## ACTIVITY
For this exercise, copy each line of the records that contains the word "screenshot".

## WORKING DATA
┏━━

import { useSearchParams } from 'react-router-dom';
import { PaymentDone } from '@/features/payments/components/payment-done';

/** Public: the buyer's page after card checkout (Sales — payments). */
export function PaymentDoneRoute() {
  const [params] = useSearchParams();
  return <PaymentDone result={params.get('result')} />;
}
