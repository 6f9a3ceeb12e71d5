import type { Page } from 'playwright-core';
import { describe, expect, it } from 'vitest';
import { expectAccessible, phonePage, screenshot, useE2e, signInAsDemo } from './support';

const env = useE2e();

const signIn = (page: Page, email: string) => signInAsDemo(page, env.server.baseUrl, email);

describe('the round screens at 360 × 740', () => {
  it('shows today with reasons, tomorrow with its prep list, the rules, and an animal’s schedule', async () => {
    const { context, page, consoleErrors } = await phonePage(env.browser);
    await signIn(page, 'owner@northlight.test');

    const bramble = page.getByRole('article', { name: /Bramble/ });
    await bramble.waitFor();
    const brambleText = await bramble.innerText();
    expect(brambleText, brambleText).toMatch(/2 refusals in a row/);
    expect(await page.getByRole('article', { name: /Formosus 04/ }).innerText()).toMatch(
      /Remove prey[\s\S]*Prey left in on/,
    );
    expect(
      await page.getByRole('progressbar', { name: 'Round progress' }).getAttribute('aria-valuenow'),
    ).toBe('0');
    await screenshot(page, 'rounds-01-today');

    await page.getByRole('link', { name: 'Tomorrow' }).click();
    await page.waitForURL('**/tomorrow');
    const prep = page.getByRole('table');
    await prep.waitFor();
    expect(await prep.innerText()).toMatch(/cricket/);
    await expectAccessible(page, 'tomorrow');
    await screenshot(page, 'rounds-02-tomorrow');
    // Print view: no navigation on paper.
    await page.emulateMedia({ media: 'print' });
    expect(await page.getByRole('navigation', { name: 'Main' }).isVisible()).toBe(false);
    await page.emulateMedia({ media: 'screen' });

    await page.goto(`${env.server.baseUrl}/settings/rules`);
    const adult = page.getByLabel('Adult (refusals)', { exact: true });
    await adult.waitFor();
    expect(await adult.inputValue()).toBe('2');
    await expectAccessible(page, 'rules');
    await screenshot(page, 'rounds-03-rules');
    await page.getByLabel('Adult (days)', { exact: true }).first().fill('-4');
    await page.getByRole('button', { name: 'Save rules' }).click();
    await expect
      .poll(() =>
        page.getByText('The tarantula adult interval must be at least 1 day.').isVisible(),
      )
      .toBe(true);
    await page.getByLabel('Adult (days)', { exact: true }).first().fill('10');
    await page.getByRole('button', { name: 'Save rules' }).click();
    await expect.poll(() => page.getByText(/Rules saved/).isVisible()).toBe(true);
    // Each group has its own profile, under its own stage names (docs/care-rules.md § Care profiles).
    await page.getByLabel('Care profile of').selectOption('mantis');
    expect(await page.getByLabel('Nymph L1–L3 (days)', { exact: true }).first().inputValue()).toBe(
      '2',
    );

    await page.getByRole('link', { name: 'Animals' }).click();
    await page.getByLabel('Find', { exact: true }).fill('Goliath');
    await page.getByRole('link', { name: 'Goliath Jr' }).click();
    await page.waitForURL('**/animals/*');
    const schedule = page.getByRole('region', { name: 'Schedule' });
    await schedule.waitFor();
    expect(await schedule.innerText()).toMatch(/Post-molt hold until/);
    await expectAccessible(page, 'animal');
    await screenshot(page, 'rounds-04-animal');
    await page.getByLabel('Feed every (days)').fill('0');
    await page.getByRole('button', { name: 'Save care settings' }).click();
    await expect
      .poll(() => page.getByText('The interval must be at least 1 day.').isVisible())
      .toBe(true);
    expect(consoleErrors).toEqual([]);
    await context.close();
  });
});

┗━━

## WRITTEN RESPONSE
import { expectAccessible, phonePage, screenshot, useE2e, signInAsDemo } from './support';
    await screenshot(page, 'rounds-01-today');
    await screenshot(page, 'rounds-02-tomorrow');
    await screenshot(page, 'rounds-03-rules');
    await screenshot(page, 'rounds-04-animal');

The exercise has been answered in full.